This repository includes many projects developed during the course Intelligent Systems - 366 in the University of Alberta (Edmonton, Canada), taught by Richard Sutton.
All the projects implement an interface: RL-Glue (http://glue.rl-community.org/wiki/Main_Page), however, the environment and agent in every problem was completely developed by the student (Thiago Mayllart Macedo Silva). The code was developed entirely for solving the problems proposed during the course as Assignments.
This code is not authorized for "copy and paste" and its usage by other students enrolled on Intelligent Systems may lead to plagiarism.
All the solutions and techniques followed the algorithms implemented in the book: "Reinforcement Learning:An Introduction"
-
- Bandit task Programming: Recreation of the learning curves for the optimistic bandit agent, and the epsilon-greedy agent in Figure 2.3 of Reinforcement Learning:An Introduction.(https://github.com/thiagomayllart/Reinforcement-Learning---UofA/tree/master/Bandit%20Task%20Programming)
-
- On-policy Monte Carlo Control with Exploring Starts for action values (described in Section 5.3) on the Gambler’s problem described in Chapter 4 (Example 4.3). https://github.com/thiagomayllart/Reinforcement-Learning---UofA/tree/master/On-policy%20Monte%20Carlo%20Control%20with%20Exploring%20Starts%20for%20action%20values Two changes from the problem specification in the book: set pr(heads) = 0.55 and zero is not allowed for bet action.
-
- Windy Gridworld with King’s Moves.https://github.com/thiagomayllart/Reinforcement-Learning---UofA/tree/master/Windy%20Gridworld%20with%20King%E2%80%99s%20Moves
-
- Dyna-Q on the grid world: described in Example 8.1 of the "Reinforcement Learning: An introduction" textbook. https://github.com/thiagomayllart/Reinforcement-Learning---UofA/tree/master/Dyna-Q%20on%20the%20grid%20world
-
- Three prediction agents based on TD(0); each using a different function approximation schemes in RL-glue. Tabular feature encoding. Tile coding features. State aggregation. https://github.com/thiagomayllart/Reinforcement-Learning---UofA/tree/master/Prediction%20agents%20based%20on%20TD(0)
-
- Solving Mountain Car in RL-Glue: A car that learns how to climb a mountain given the mountain slope, a starting position and a goal position (the peak).
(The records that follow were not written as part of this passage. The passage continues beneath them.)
def odd(*sentences: str) -> Asked:
    return ran(*sentences, front=ODD_FRONT, files=ODD)


def test_amine_of_unknown_pka_spoils_the_ph_and_its_own_place() -> None:
    asked = odd("{20 mL acid -> A} {20 mL ether -> A} {0.10 g odd -> A} {shake A}")
    held = asked.ledger.end.vessel("A")

    assert held.ph is None
    assert "odd-amine" in held.doubt
    assert "the pKa of odd amine is not known" in last(asked).why


def test_trace_of_unknown_pka_spoils_nothing() -> None:
    # 0.10 mg, 1.07 µmol, beside 4 mmol of ions: 0.03 %, below half a per cent.
    asked = odd("{20 mL acid -> A} {0.10 mg odd -> A} {swirl A}")

    assert asked.ledger.end.vessel("A").ph == near(1.0, abs=0.005)
    assert asked.ledger.end.vessel("A").doubt == frozenset()


def test_amine_of_unknown_ratio_is_kept_where_it_was_and_is_in_doubt() -> None:
    # 1.07 mmol of an amine of pKa 6 against 2 mmol of acid: in the water, were the ratio known.
    asked = odd("{20 mL ether -> A} {0.10 g plain -> A} {swirl A}", "{5 mL acid -> A} {shake A}")
    held = asked.ledger.end.vessel("A")

    assert held.doubt == {"plain-amine"}
    assert held.organic.amounts["plain-amine"] == near(0.10 / 93.129, rel=1e-3)
    assert "plain-amine" not in held.aqueous.amounts
    assert held.ph is None
    assert last(asked).why == (
        "no partition ratio of plain amine between tert-butyl methyl ether and water is known",
    )


def test_author_who_states_where_it_went_clears_the_doubt() -> None:
    asked = odd(
        "{20 mL ether -> A} {0.10 g plain -> A} {5 mL acid -> A} {shake A}",
        "{suppose 90 % plain-amine in A is aqueous: by titration}",
    )
    held = asked.ledger.end.vessel("A")

    assert held.doubt == frozenset()
    assert held.aqueous.amounts["plain-amine"] == near(0.9 * 0.10 / 93.129, rel=1e-3)


def test_doubt_is_kept_while_more_is_mixed_in() -> None:
    asked = odd(
        "{20 mL ether -> A} {0.10 g plain -> A} {5 mL acid -> A} {shake A}",
        "{0.10 g odd -> A} {shake A}",
    )

    assert {"plain-amine", "odd-amine"} <= asked.ledger.end.vessel("A").doubt


# ---------------------------------------------------------------- gas


def test_mole_of_gas_takes_its_molar_volume_at_25_celsius() -> None:
    # R x 298.15 K / 101325 Pa = 24.465 L/mol.
    mixed = Mixed(gas={"carbon-dioxide": 0.6, "ammonia": 0.4})

    assert gas_volume_of(mixed) == near(24.465e-3, rel=1e-4)


def test_other_outcomes_give_no_gas() -> None:
    assert gas_volume_of(Moved("A", "B", "", 1.0)) == 0.0
    assert gas_volume_of(Mixed()) == 0.0


def test_acid_drives_carbon_dioxide_out_but_for_what_water_holds() -> None:
    # 10 mmol in 100 mL with 20 mmol of acid in 20: 33.4 mM x 120 mL = 4.01 mmol stay.
    asked = bench("{100 mL soda -> A} {20 mL acid -> A} {swirl A}")
    air = asked.ledger.end.sinks["air"]

    stays = limit("carbon-dioxide") * 120e-6
    assert air.liquids["carbon-dioxide"] == near(10e-3 - stays, rel=2e-3)
    assert asked.ledger.end.vessel("A").aqueous.amounts["carbon-dioxide"] == near(stays, rel=2e-3)


def test_gas_takes_no_volume_of_liquid_along() -> None:
    asked = bench("{100 mL soda -> A} {20 mL acid -> A} {swirl A}")

    assert asked.ledger.end.sinks["air"].volume == 0.0


def test_little_carbon_dioxide_stays_in_the_water() -> None:
    # 1 mmol in 10 + 90 mL is 10 mM, below 33.4.
    asked = bench("{90 mL water -> A} {10 mL soda -> A} {2 mL acid -> A} {swirl A}")

    assert "air" not in asked.ledger.end.sinks


# ---------------------------------------------------------------- pH


@pytest.mark.parametrize(
    ("acid", "base", "expected"),
    [(20.0, 10.0, 0.4771), (10.0, 10.0, 7.0), (10.0, 20.0, 13.5229)],
)
def test_ph_is_that_of_what_is_left_of_acid_or_base(
    acid: float, base: float, expected: float
) -> None:
    # 10 mmol too much in 30 mL: 0.333 M.
    asked = bench("{" + f"{acid:g} mL acid -> A" + "} {" + f"{base:g} mL base -> A" + "} {swirl A}")

    assert last(asked).ph == near(expected, abs=0.005)


def test_strong_acid_beyond_half_a_mole_a_litre_is_rough() -> None:
    assert last(bench("{20 mL acid -> A} {swirl A}")).rough
    assert not last(bench("{20 mL acid -> A} {80 mL water -> A} {swirl A}")).rough


def test_layer_without_water_has_no_ph() -> None:
    asked = bench("{20 mL ether -> A} {1.0 g benzoic -> A} {swirl A}")

    assert last(asked).ph is None
    assert asked.ledger.end.vessel("A").mixed
    assert not asked.ledger.end.vessel("A").settled
    assert asked.ledger.end.vessel("A").organic.amounts["benzoic-acid"] == near(
        1.0 / 122.123, rel=1e-4
    )
    assert last(asked).dissolved == {"benzoic-acid": near(1.0 / 122.123, rel=1e-4)}


# ---------------------------------------------------------------- constants

STEEP = Thing("x", ANY, soluble=(Solubility(10.0, 300.0), Solubility(1000.0, 320.0)))


@pytest.mark.parametrize(
    ("kelvin", "expected"),
    [
        (250.0, 10.0),
        (300.0, 10.0),
        (305.0, 10**1.5),
        (310.0, 100.0),
        (315.0, 10**2.5),
        (320.0, 1000.0),
        (370.0, 1000.0),
    ],
)
def test_solubility_rises_by_powers_of_ten_between_two_temperatures(
    kelvin: float, expected: float
) -> None:
    assert STEEP.solubility(kelvin) == near(expected)


def test_solubility_that_nobody_gives_is_unknown() -> None:
    assert Thing("x", ANY).solubility(298.15) is None


def test_three_temperatures_are_read_between_the_two_around() -> None:
    three = STEEP._replace(soluble=(*STEEP.soluble, Solubility(1000.0, 340.0)))

    assert three.solubility(330.0) == near(1000.0)
    assert three.solubility(310.0) == near(100.0)


@pytest.mark.parametrize(
    ("thing", "layers"),
    [
        (Thing("x", ANY, liquid=True, miscible=True), False),
        (Thing("x", ANY, liquid=True, miscible=False), True),
        (Thing("x", ANY, liquid=False, miscible=False), False),
        (Thing("water", ANY, liquid=True), False),
        (Thing("x", ANY, liquid=True), True),
        (Thing("x", ANY, liquid=True, ratio=3.1), False),  # log P 0.49
        (Thing("x", ANY, liquid=True, ratio=3.2), True),  # log P 0.51
        (Thing("x", ANY, liquid=True, ratio=0.1, soluble=(Solubility(1.0, 300.0),)), True),
        (Thing("x", ANY, liquid=True, miscible=False, ratio=0.1), True),
    ],
)
def test_liquid_makes_a_layer_unless_it_mixes_with_water(thing: Thing, *, layers: bool) -> None:
    assert thing.layers is layers


@pytest.mark.parametrize(
    ("key", "charge", "mass", "atoms"),
    [
        ("Na^+", 1, 22.990e-3, {"Na": 1.0}),
        ("SO4^2-", -2, 96.06e-3, {"S": 1.0, "O": 4.0}),
        ("H^+", 1, 1.008e-3, {"H": 1.0}),
    ],
)
def test_ion_is_known_by_its_formula(
    key: str, charge: int, mass: float, atoms: dict[str, float]
) -> None:
    found = KNOWN.thing(key)

    assert found.ion
    assert (found.charge, found.atoms) == (charge, atoms)
    assert found.molar_mass == near(mass, rel=1e-3)
    assert KNOWN.parts(key) == {key: 1}


def test_salt_is_known_by_its_parts() -> None:
    assert KNOWN.parts("calcium-chloride") == {"Ca^2+": 1, "Cl^-": 2}
    assert not KNOWN.thing("calcium-chloride").ion


def test_amine_is_charged_when_it_has_taken_its_proton() -> None:
    amine, acid = KNOWN.thing("benzylamine"), KNOWN.thing("benzoic-acid")

    assert (amine.top, amine.pkas) == (1, (9.35,))
    assert (acid.top, acid.pkas) == (0, (4.20,))


def test_measured_ratio_wins_over_log_p_and_only_for_its_solvent() -> None:
    files = {
        "substances/mine.yml": (
            "mine:\n  names: [mine]\n  formula: C9H11NO2\n  log-p: 2\n"
            "  partition: {tert-butyl methyl ether: 40}\n"
        )
    }
    known = knowledge(files)

    assert known.ratio("mine", "tert-butyl-methyl-ether") == (40.0, "measured")
    assert known.ratio("mine", "toluene") == (near(100.0), "log P")
    assert known.ratio("carbon-dioxide", "toluene") == (None, "unknown")


def test_solubility_by_mass_fraction_counts_the_water_in_it() -> None:
    # 20 % w/w: 20 g to 80 g of water, 0.25 x 998.2 g in a litre of water; C9H11NO2 has 165.19 g/mol.
    files = {
        "substances/mine.yml": (
            "mine:\n  names: [mine]\n  formula: C9H11NO2\n"
            "  soluble: {water: [20 % w/w at 60 °C, 16.519 g/L at 20 °C]}\n"
        )
    }
    cold, hot = knowledge(files).thing("mine").soluble

    assert cold == Solubility(near(100.0, rel=1e-3), near(293.15))
    assert hot == Solubility(near(0.25 * 998.2 / 0.16519, rel=1e-3), near(333.15))


def test_solubility_without_a_temperature_is_taken_for_25_celsius() -> None:
    files = {
        "substances/mine.yml": (
            "mine:\n  names: [mine]\n  formula: C9H11NO2\n  soluble: {water: [16.519 g/L]}\n"
        )
    }
    (only,) = knowledge(files).thing("mine").soluble

    assert only == Solubility(near(100.0, rel=1e-3), near(298.15))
It uses physics properties to learn and climb the mountain. https://github.com/thiagomayllart/Reinforcement-Learning---UofA/tree/master/Solving%20Mountain%20Car%20in%20RL-Glue
All my sincere thanks to Richard Sutton (https://www.ualberta.ca/science/about-us/contact-us/faculty-directory/rich-sutton), for being able to provide us a great part of his knowledge about Reinforcement Learning and lot of techniques developed by him. An incredible professor and academic.